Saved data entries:
class Stepper:
    """Carries a state through hours of wind and mixing, a few rows at a time.

    Parameters
    ----------
    layout : Layout
    copies, counties : int
    area_km2 : ndarray, shape (county,)
        For the budget.
    """

    def __init__(self, layout: Layout, copies: int, counties: int, area_km2: np.ndarray) -> None:
        self.layout, self.copies, self.counties, self.area = layout, copies, counties, area_km2
        self._spare: np.ndarray | None = None
        self._pool: ThreadPoolExecutor | None = None
        self._known: list[tuple[Hour, int, list[tuple[slice, csr_matrix]]]] = []  # matrices in pieces

    def step(self, state: State, winds: list[Hour] | None, ground: Ground | None) -> tuple[State, MixedAir, np.ndarray]:
        """One hour: move, then add and mix.

        Parameters
        ----------
        state : State
            Its arrays are used up.
        winds : list of Hour, one per copy, or None
        ground : Ground or None
            None at night: nothing is added or mixed.

        Returns
        -------
        state : State
        mixed_air : tuple of ndarray or None
            Tracers in the mixed air, (row, tracer), and of the part that stayed at home, (row, tag); None at night.
        left : ndarray, shape (source,)
            Tagged water that the wind took out of the region, every copy. [10^6 kg]
        """
        left = np.zeros(self.layout.sources)
        if winds is not None:
            moved = state.moved
            for copy, hour in enumerate(winds):
                rows = slice(copy * self.counties, (copy + 1) * self.counties)
                for _ in range(hour.substeps):
                    left += self._leaving(moved[rows], hour)
                    moved = self._move(moved, rows, hour, state)
                if state.home is not None:
                    state.home[rows] *= (hour.stays**hour.substeps)[:, None, None]
            state = replace(state, moved=moved)
        return state, (None, None) if ground is None else self._mix_all(state, ground), left

    def still_day(self, state: State, grounds: list[Ground], shown: tuple[int, ...] | None = None) -> list[MixedAir]:
        """All hours of a day without wind at once: what is mixed each hour is what lay below plus all that was added.

        Mixing deeper and deeper forgets the earlier steps, so that the state needs the last one only. With `shown`,
        places of hours, only those are worked out.
        """
        places = list(range(len(grounds))) if shown is None else [min(max(k, 0), len(grounds) - 1) for k in shown]
        water = np.cumsum([ground.water_mm for ground in grounds], axis=0)
        moist = np.cumsum([ground.humidity_mm for ground in grounds], axis=0)
        added = np.stack([self._added(Ground(moist[k], water[k], grounds[k].mixed)) for k in places])
        mixed = np.stack([grounds[k].mixed for k in places])
        hours, rows = mixed.shape
        weights = mixing_weights(mixed.T.reshape(-1), EDGES[: state.layers + 1]).reshape(rows, hours, -1)
        values = (np.matmul(weights, state.moved).swapaxes(0, 1) + added) / mixed[:, :, None]
        home: list[np.ndarray | None] = [None] * hours
        if state.home is not None:
            tags = added[:, :, self.layout.tags]
            home = list((np.matmul(weights, state.home).swapaxes(0, 1) + tags) / mixed[:, :, None])
        self._mix_all(state, Ground(moist[-1], water[-1], grounds[-1].mixed))
        found: list[MixedAir] = [(None, None)] * len(grounds)
        for k, place in enumerate(places):
            found[place] = (values[k], home[k])
        return found

    def _move(self, moved: np.ndarray, rows: slice, hour: Hour, state: State) -> np.ndarray:
        """One sub-step of one copy."""
        layout = self.layout
        old = moved[rows]
        flat = old.reshape(self.counties, -1)
        if self._spare is None or self._spare.shape != moved.shape:
            self._spare = np.empty_like(moved)
        new = self._spare[rows]

        def move(piece: tuple[slice, csr_matrix]) -> None:
            part, matrix = piece
            x = (matrix @ flat).reshape(-1, *old.shape[1:])
            inflow = hour.from_outside[part, None]
            x[:, :, HUMIDITY] += inflow * old[part, :, HUMIDITY]
            x[:, :, FLOOR] += inflow * old[part, :, FLOOR]
            if layout.outside and state.still is not None:
                room = old[part, :, HUMIDITY] - old[part, :, FLOOR]
                x[:, :, 2] += hour.from_land[part, None] * np.minimum(state.still[rows][part], np.maximum(room, 0.0))
            new[part] = x

        self._each(move, self._parts(hour, flat.shape[1]))
        if self.copies == 1:
            self._spare = moved
            return new
        old[...] = new
        return moved

    def _parts(self, hour: Hour, width: int) -> list[tuple[slice, csr_matrix]]:
        """Rows of a matrix in pieces whose results fit in the cache."""
        for known, known_width, parts in self._known:
            if known is hour and known_width == width:
                return parts
        size = max(1, CHUNK_BYTES // (8 * width))
        slices = [slice(k, min(k + size, self.counties)) for k in range(0, self.counties, size)]
        parts = [(part, hour.matrix[part] if len(slices) > 1 else hour.matrix) for part in slices]
        self._known = [*self._known[-2 * self.copies :], (hour, width, parts)]
        return parts

    def _leaving(self, moved: np.ndarray, hour: Hour) -> np.ndarray:
        """Tagged water that leaves the region in a sub-step, by source. [10^6 kg]"""
        edge = np.flatnonzero(hour.to_outside > 0.0)
        weight = self.area[edge] * hour.to_outside[edge]
        mass = LAYER_MASS[: moved.shape[1]]
        by_layer = np.tensordot(weight, moved[edge][:, :, self.layout.tags], axes=1)
        return (mass @ by_layer).reshape(self.layout.sources, self.layout.ages).sum(axis=1)

    def _mix_all(self, state: State, ground: Ground) -> MixedAir:
        """Add an hour's water and mix every row, in place."""
        layout = self.layout
        rows = len(state.moved)
        added = self._added(ground)
        values = np.empty((rows, layout.tracers))
        home_values = None if state.home is None else np.empty((rows, state.home.shape[2]))
        size = max(1, CHUNK_BYTES // (8 * state.layers * layout.tracers))
        weights = mixing_weights(ground.mixed, EDGES[: state.layers + 1])

        def mix(start: int) -> None:
            part = slice(start, start + size)
            moved, mixed, w = state.moved[part], ground.mixed[part], weights[part]
            home = None if state.home is None else state.home[part]
            still = None if state.still is None else state.still[part, :, None]
            upper = None
            if ground.mixed_before is not None:
                upper = UpperPart.of(moved, home, layout, mixed, ground.mixed_before[part])
            values[part] = mix_in_place(moved, added[part], mixed, w, upper)
            if home is not None and home_values is not None:
                home_values[part] = mix_in_place(home, added[part, layout.tags], mixed, w, upper)
            if still is not None:
                crops = ground.water_mm[part][:, layout.is_crop].sum(axis=1)[:, None]
                mix_in_place(still, crops, mixed, w)

        self._each(mix, range(0, rows, size))
        return values, home_values

    def _each(self, work: Callable[[Any], None], parts: Sequence[Any]) -> None:
        """Work on every part, on all processors if there are many; parts share nothing."""
        if len(parts) < MANY_PARTS:
            for part in parts:
                work(part)
            return
        if self._pool is None:
            self._pool = ThreadPoolExecutor(os.cpu_count() or 1)
        for _ in self._pool.map(work, parts):
            pass

    def _added(self, ground: Ground) -> np.ndarray:
        """What enters every tracer, (row, tracer). [kg m-2]"""
        layout = self.layout
        added = np.zeros((len(ground.mixed), layout.tracers))
        added[:, HUMIDITY] = ground.humidity_mm
        added[:, layout.tags.start : layout.tags.stop : layout.ages] = ground.water_mm
        if layout.origins:
            county = np.arange(len(added)) % self.counties
            added[np.arange(len(added)), layout.by_origin.start + county] = ground.water_mm[:, layout.is_crop].sum(
                axis=1
            )
        return added
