def test_published_pressure_and_weight() -> None:
    """1 psf is 0.047880259 kPa and 1 pcf 0.157087464 kN/m3 (pint 0.25.3, its own definitions)."""
    assert unit("psf").factor / unit("kPa").factor == pytest.approx(0.047880259, abs=5e-10)
    assert unit("pcf").factor / unit("kN/m3").factor == pytest.approx(0.157087464, abs=5e-10)
    assert unit("plf").factor / unit("kN/m").factor == pytest.approx(0.014593903, abs=5e-10)
    assert unit("kip").factor / unit("kN").factor == pytest.approx(4.448221615, abs=5e-10)


def test_angles_are_not_plain_numbers() -> None:
    """Degrees have a dimension of their own, and are not mistaken for a number or a ratio."""
    assert unit("deg").dimension == unit("rad").dimension != DIMENSIONLESS
    assert unit("deg/rad").dimension == DIMENSIONLESS
    assert unit("m/m").dimension == DIMENSIONLESS


def test_dimensions_are_values() -> None:
    """Dimensions of equal units are equal, hash alike and survive a copy to another process."""
    assert unit("kN/m2").dimension == unit("psf").dimension == PRESSURE
    assert hash(unit("MPa").dimension) == hash(PRESSURE)
    assert pickle.loads(pickle.dumps(unit("kPa"))) == unit("kPa")  # noqa: S301 - made here


def test_registry_is_ours_alone() -> None:
    """The registry knows our units and none of pint's own."""
    assert registry.Quantity(1.0, "psf").to("pascal").magnitude == unit("psf").factor
    assert "parsec" not in registry


@pytest.mark.parametrize(
    ("text", "shown"),
    [
        ("kN/m2", "kN/m²"),
        ("kN/m^2", "kN/m²"),
        ("kN*m", "kN·m"),
        ("kip-ft", "kip·ft"),
        ("kN m", "kN·m"),
        ("m/s", "m/s"),
        ("kg/m/s2", "kg/m/s²"),
        ("kN*m/rad", "kN·m/rad"),
        ("kN*m^-2", "kN·m⁻²"),
        ("1/s", "1/s"),
        ("in4", "in⁴"),
        ("deg", "°"),
        ("degrees", "°"),
        ("%", "%"),
        ("", ""),
    ],
)
def test_pretty_unit(text: str, shown: str) -> None:
    """Units are shown with raised powers and a centred dot, and can be read back."""
    assert pretty_unit(text) == shown
    assert unit(shown).factor == unit(text).factor


def test_unknown_unit() -> None:
    """An unknown unit is refused by every function that takes one, with the place in the text."""
    with pytest.raises(QuantityError, match="did you mean 'meter'"):
        unit("kN/metter")
    with pytest.raises(QuantityError) as caught:
        pretty_unit("kN/metr")
    assert caught.value.span == (3, 7)


def test_importing_is_light() -> None:
    """Units need none of the heavy libraries."""
    code = (
        "import sys, calcbook.units;"
        "print({'sympy', 'matplotlib', 'pandas', 'IPython', 'typst'} & set(sys.modules))"
    )
    found = subprocess.run([sys.executable, "-c", code], capture_output=True, text=True, check=True)
    assert found.stdout.strip() == "set()"


# --- kinds ----------------------------------------------------------------------------------------


def test_kinds_have_units_of_one_dimension() -> None:
    """Both display units of a kind have its dimension, and its step is not negative."""
    for name, found in KINDS.items():
        assert found.name == name
        assert found.si.dimension == found.us.dimension == found.dimension, name
        assert min(found.decimals_si, found.decimals_us) >= 0, name


@pytest.mark.parametrize(
    ("name", "si", "us"),
    [
        ("pressure", ("kPa", 3), ("psf", 2)),
        ("force", ("kN", 1), ("kip", 2)),
        ("line load", ("kN/m", 2), ("plf", 0)),
        ("length", ("m", 3), ("ft", 2)),
        ("section length", ("mm", 1), ("in", 2)),
        ("unit weight", ("kN/m3", 2), ("pcf", 1)),
        ("angle", ("deg", 2), ("deg", 2)),
        ("number", ("", 3), ("", 3)),
    ],
)
def test_kinds(name: str, si: tuple[str, int], us: tuple[str, int]) -> None:
    """Results of a kind are shown in its unit and to its step, in either system."""
    found = kind(name)
    assert (display_unit(name, "SI").text, found.decimals_si) == si
    assert (display_unit(name, "US").text, found.decimals_us) == us


def test_unknown_kind_and_system() -> None:
    """A misspelled kind or system is refused with what would be right."""
    with pytest.raises(DeclarationError, match="did you mean 'pressure'"):
        kind("presure")
    with pytest.raises(DeclarationError, match="known are: number, "):
        kind("qqqq")
    with pytest.raises(DeclarationError, match="write 'SI' or 'US'"):
        display_unit("pressure", "metric")


@pytest.mark.parametrize(
    ("text", "name"),
    [
        ("psf", "pressure"),
        ("ksi", "pressure"),
        ("in", "length"),
        ("lbf", "force"),
        ("kip*ft", "moment"),
        ("kN/m", "line load"),
        ("pcf", "unit weight"),
        ("", "plain number"),
        ("%", "plain number"),
        ("rad", "angle"),
        ("m/s3", "length per time cubed"),
        ("m5*s6", "length to the power 5 times time to the power 6"),
        ("1/m", "one per length"),
    ],
)
def test_dimension_name(text: str, name: str) -> None:
    """Dimensions have the name of their kind, or are spelled out."""
    assert dimension_name(unit(text).dimension) == name


def test_dimension_name_of_a_root() -> None:
    """A half power, as under a root, is spelled out too."""
    assert dimension_name(LENGTH**0.5) == "length to the power 0.5"


# --- figures shown --------------------------------------------------------------------------------


@pytest.mark.parametrize(
    ("value", "decimals", "shown"),
    [
        (2.675, 2, "2.68"),  # binary 2.67499999...: a reader sees 2.675
        (1.005, 2, "1.01"),
        (0.5, 0, "1"),
        (2.5, 0, "3"),
        (-2.5, 0, "-3"),
        (-0.0004, 3, "0.000"),
        (-0.0, 0, "0"),
        (123.456, 0, "123"),
        (999.9999, 2, "1000.00"),
        (1e-5, 9, "0.000010000"),
        (999999999.0, 0, "999999999"),
        (1e9, 0, "1.000e9"),
        (12345678901.5, 0, "1.235e10"),
        (12345678901.5, 2, "1.23457e10"),
        (9.9999e10, 0, "1.000e11"),
        (-1.2345e-8, 11, "-1.235e-8"),
        (1e22, 0, "1.000e22"),
        (0.0, 12, "0"),
        (math.nan, 2, "not a number"),
        (math.inf, 2, "infinite"),
        (-math.inf, 2, "-infinite"),
    ],
)
def test_format_number(value: float, decimals: int, shown: str) -> None:
    """Numbers are rounded as a reader would, half away from zero, with no negative zero."""
    assert format_number(value, decimals) == shown


def test_format_number_takes_numpy() -> None:
    """A value out of an array is written as any other."""
    numpy = pytest.importorskip("numpy")
    assert format_number(numpy.float64(2.675), 2) == "2.68"
    assert significant_decimals(numpy.float64(12.3)) == 2


@pytest.mark.parametrize(
    ("value", "figures", "decimals"),
    [
        (2.806123, 4, 3),
        (9.9996, 4, 2),
        (9.9994, 4, 3),
        (0.00012345, 4, 7),
        (123456.0, 4, 0),
        (0.0, 4, 0),
        (-12.5, 6, 4),
        (1.5e10, 6, 2),
        (math.inf, 4, 0),
    ],
)
def test_significant_decimals(value: float, figures: int, decimals: int) -> None:
    """The decimals are those that show the wanted figures after rounding."""
    assert significant_decimals(value, figures) == decimals


@given(st.floats(min_value=-9e8, max_value=9e8), st.integers(0, 9))
def test_format_number_is_within_half_a_step(value: float, decimals: int) -> None:
    """What is printed is within half a step of the number, with the decimals asked for."""
    shown = format_number(value, decimals)
    assert abs(Decimal(shown) - Decimal(repr(value))) <= Decimal(5).scaleb(-decimals - 1)
    assert len(shown.partition(".")[2]) == decimals
    assert format_number(-value, decimals).lstrip("-") == shown.lstrip("-")


@given(
    st.floats(min_value=1e-200, max_value=1e200) | st.floats(min_value=1e-12, max_value=1e12),
    st.integers(4, 12),
)
def test_figures_printed_are_figures_asked_for(value: float, figures: int) -> None:
    """A number printed with its significant decimals equals it rounded to at least so many."""
    shown = Decimal(format_number(value, significant_decimals(value, figures)))
    wanted = Context(prec=figures, rounding=ROUND_HALF_UP).create_decimal(repr(value))
    assert abs(shown - Decimal(repr(value))) <= abs(wanted - Decimal(repr(value)))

Exercise objective: Please transcribe the data above without changes, from its first line to its "int, area_km2: np.ndarray)" line, and leave out anything past that.

Solution:
class Stepper:
    """Carries a state through hours of wind and mixing, a few rows at a time.

    Parameters
    ----------
    layout : Layout
    copies, counties : int
    area_km2 : ndarray, shape (county,)
        For the budget.
    """

    def __init__(self, layout: Layout, copies: int, counties: int, area_km2: np.ndarray) -> None:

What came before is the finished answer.